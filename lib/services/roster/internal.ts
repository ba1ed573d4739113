import { and, asc, eq } from "drizzle-orm";
import type { Transaction } from "@/db/client";
import { answer, person, roster, tripCalendar } from "@/db/schema";
import type { AnswerValue } from "@/lib/domain/answer/schema";
import { USUAL_KEEP_DAYS, USUAL_REMINDER_DAYS } from "@/lib/domain/roster/schema";
import type { RosterView } from "@/lib/domain/people-views";
import { renderPlaceMail } from "@/lib/email/templates/people-mails";
import { env } from "@/lib/env";
import { newId } from "@/lib/domain/ids";
import type { PersonRow } from "../people/internal";
import { enqueueMessage } from "../post/enqueue-message";
import type { Reader, TripRow } from "../trips/internal";

export type RosterSettings = Pick<
  RosterView,
  "capacity" | "answerBy" | "remindDaysBefore" | "keepDetailsDays" | "version"
>;

/** Version 0 while nobody has set anything. */
export async function loadRosterSettings(reader: Reader, tripId: string): Promise<RosterSettings> {
  const [row] = await reader.select().from(roster).where(eq(roster.tripId, tripId));
  if (!row) {
    return {
      capacity: null,
      answerBy: null,
      remindDaysBefore: USUAL_REMINDER_DAYS,
      keepDetailsDays: USUAL_KEEP_DAYS,
      version: 0,
    };
  }
  const { capacity, answerBy, remindDaysBefore, keepDetailsDays, version } = row;
  return { capacity, answerBy, remindDaysBefore, keepDetailsDays, version };
}

export interface Guest {
  readonly person: PersonRow;
  readonly value: AnswerValue | null;
  readonly note: string;
  readonly isWaiting: boolean;
  readonly answeredAt: Date | null;
}

/** Everybody on the trip with their answer, in the order of the answers. */
export async function listGuests(reader: Reader, tripId: string): Promise<Guest[]> {
  const rows = await reader
    .select({ person, answer })
    .from(person)
    .leftJoin(answer, and(eq(answer.personId, person.id), eq(answer.tripId, tripId)))
    .where(eq(person.tripId, tripId))
    .orderBy(asc(answer.answeredAt), asc(person.createdAt), asc(person.id));
  return rows.map((row) => ({
    person: row.person,
    value: row.answer?.value ?? null,
    note: row.answer?.note ?? "",
    isWaiting: row.answer?.isWaiting ?? false,
    answeredAt: row.answer?.answeredAt ?? null,
  }));
}

/** Who leads comes unless they say no; everybody else when they have said yes and there was a place. */
export function hasPlace({ person: { role }, value, isWaiting }: Guest): boolean {
  return value === "yes" ? !isWaiting : role !== "participant" && value === null;
}

export function countRoster(guests: readonly Guest[]): RosterView["counts"] {
  const count = (test: (guest: Guest) => boolean) => guests.filter(test).length;
  return {
    coming: count(hasPlace),
    waiting: count((guest) => guest.isWaiting),
    maybe: count((guest) => guest.value === "maybe"),
    no: count((guest) => guest.value === "no"),
    open: count((guest) => guest.value === null && !hasPlace(guest)),
  };
}

export async function isCalledOff(reader: Reader, tripId: string): Promise<boolean> {
  const [row] = await reader
    .select({ at: tripCalendar.calledOffAt })
    .from(tripCalendar)
    .where(eq(tripCalendar.tripId, tripId));
  return row !== undefined && row.at !== null;
}

/** Somebody who leads and can sign in: answers to mails that nobody sent by hand go to them. */
export async function findLeader(reader: Reader, tripId: string): Promise<PersonRow | null> {
  const rows = await reader
    .select()
    .from(person)
    .where(and(eq(person.tripId, tripId), eq(person.role, "leader")))
    .orderBy(asc(person.createdAt));
  return rows.find((row) => row.userId !== null) ?? rows[0] ?? null;
}

/** Gives free places to those who wait, in their order, and tells them. Call after whatever may have freed one. */
export async function fillPlaces(tx: Transaction, trip: TripRow): Promise<void> {
  const { capacity } = await loadRosterSettings(tx, trip.id);
  const guests = await listGuests(tx, trip.id);
  const free = capacity === null ? Number.POSITIVE_INFINITY : capacity - guests.filter(hasPlace).length;
  const leader = await findLeader(tx, trip.id);
  for (const { person: row } of guests.filter((guest) => guest.isWaiting).slice(0, Math.max(0, free))) {
    await tx.update(answer).set({ isWaiting: false }).where(eq(answer.personId, row.id));
    await enqueueMessage(tx, {
      kind: "place",
      requestId: newId(),
      tripId: trip.id,
      personId: row.id,
      to: { name: row.name, address: row.email },
      ...(leader ? { replyTo: { name: leader.name, address: leader.email } } : {}),
      mail: renderPlaceMail({ name: row.name, tripName: trip.name, url: `${env.appUrl}/trips/${trip.id}/details` }),
    });
  }
}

* **Task description**
Set the whole listing down again, unchanged.

* **Final answer**
filename lib/services/roster/internal.ts
repository ba1ed573d4739113
import { and, asc, eq } from "drizzle-orm";
import type { Transaction } from "@/db/client";
import { answer, person, roster, tripCalendar } from "@/db/schema";
import type { AnswerValue } from "@/lib/domain/answer/schema";
import { USUAL_KEEP_DAYS, USUAL_REMINDER_DAYS } from "@/lib/domain/roster/schema";
import type { RosterView } from "@/lib/domain/people-views";
import { renderPlaceMail } from "@/lib/email/templates/people-mails";
import { env } from "@/lib/env";
import { newId } from "@/lib/domain/ids";
import type { PersonRow } from "../people/internal";
import { enqueueMessage } from "../post/enqueue-message";
import type { Reader, TripRow } from "../trips/internal";

export type RosterSettings = Pick<
  RosterView,
  "capacity" | "answerBy" | "remindDaysBefore" | "keepDetailsDays" | "version"
>;

/** Version 0 while nobody has set anything. */
export async function loadRosterSettings(reader: Reader, tripId: string): Promise<RosterSettings> {
  const [row] = await reader.select().from(roster).where(eq(roster.tripId, tripId));
  if (!row) {
    return {
      capacity: null,
      answerBy: null,
      remindDaysBefore: USUAL_REMINDER_DAYS,
      keepDetailsDays: USUAL_KEEP_DAYS,
      version: 0,
    };
  }
  const { capacity, answerBy, remindDaysBefore, keepDetailsDays, version } = row;
  return { capacity, answerBy, remindDaysBefore, keepDetailsDays, version };
}

export interface Guest {
  readonly person: PersonRow;
  readonly value: AnswerValue | null;
  readonly note: string;
  readonly isWaiting: boolean;
  readonly answeredAt: Date | null;
}

/** Everybody on the trip with their answer, in the order of the answers. */
export async function listGuests(reader: Reader, tripId: string): Promise<Guest[]> {
  const rows = await reader
    .select({ person, answer })
    .from(person)
    .leftJoin(answer, and(eq(answer.personId, person.id), eq(answer.tripId, tripId)))
    .where(eq(person.tripId, tripId))
    .orderBy(asc(answer.answeredAt), asc(person.createdAt), asc(person.id));
  return rows.map((row) => ({
    person: row.person,
    value: row.answer?.value ?? null,
    note: row.answer?.note ?? "",
    isWaiting: row.answer?.isWaiting ?? false,
    answeredAt: row.answer?.answeredAt ?? null,
  }));
}

/** Who leads comes unless they say no; everybody else when they have said yes and there was a place. */
export function hasPlace({ person: { role }, value, isWaiting }: Guest): boolean {
  return value === "yes" ? !isWaiting : role !== "participant" && value === null;
}

export function countRoster(guests: readonly Guest[]): RosterView["counts"] {
  const count = (test: (guest: Guest) => boolean) => guests.filter(test).length;
  return {
    coming: count(hasPlace),
    waiting: count((guest) => guest.isWaiting),
    maybe: count((guest) => guest.value === "maybe"),
    no: count((guest) => guest.value === "no"),
    open: count((guest) => guest.value === null && !hasPlace(guest)),
  };
}

export async function isCalledOff(reader: Reader, tripId: string): Promise<boolean> {
  const [row] = await reader
    .select({ at: tripCalendar.calledOffAt })
    .from(tripCalendar)
    .where(eq(tripCalendar.tripId, tripId));
  return row !== undefined && row.at !== null;
}

/** Somebody who leads and can sign in: answers to mails that nobody sent by hand go to them. */
export async function findLeader(reader: Reader, tripId: string): Promise<PersonRow | null> {
  const rows = await reader
    .select()
    .from(person)
    .where(and(eq(person.tripId, tripId), eq(person.role, "leader")))
    .orderBy(asc(person.createdAt));
  return rows.find((row) => row.userId !== null) ?? rows[0] ?? null;
}

/** Gives free places to those who wait, in their order, and tells them. Call after whatever may have freed one. */
export async function fillPlaces(tx: Transaction, trip: TripRow): Promise<void> {
  const { capacity } = await loadRosterSettings(tx, trip.id);
  const guests = await listGuests(tx, trip.id);
  const free = capacity === null ? Number.POSITIVE_INFINITY : capacity - guests.filter(hasPlace).length;
  const leader = await findLeader(tx, trip.id);
  for (const { person: row } of guests.filter((guest) => guest.isWaiting).slice(0, Math.max(0, free))) {
    await tx.update(answer).set({ isWaiting: false }).where(eq(answer.personId, row.id));
    await enqueueMessage(tx, {
      kind: "place",
      requestId: newId(),
      tripId: trip.id,
      personId: row.id,
      to: { name: row.name, address: row.email },
      ...(leader ? { replyTo: { name: leader.name, address: leader.email } } : {}),
      mail: renderPlaceMail({ name: row.name, tripName: trip.name, url: `${env.appUrl}/trips/${trip.id}/details` }),
    });
  }
}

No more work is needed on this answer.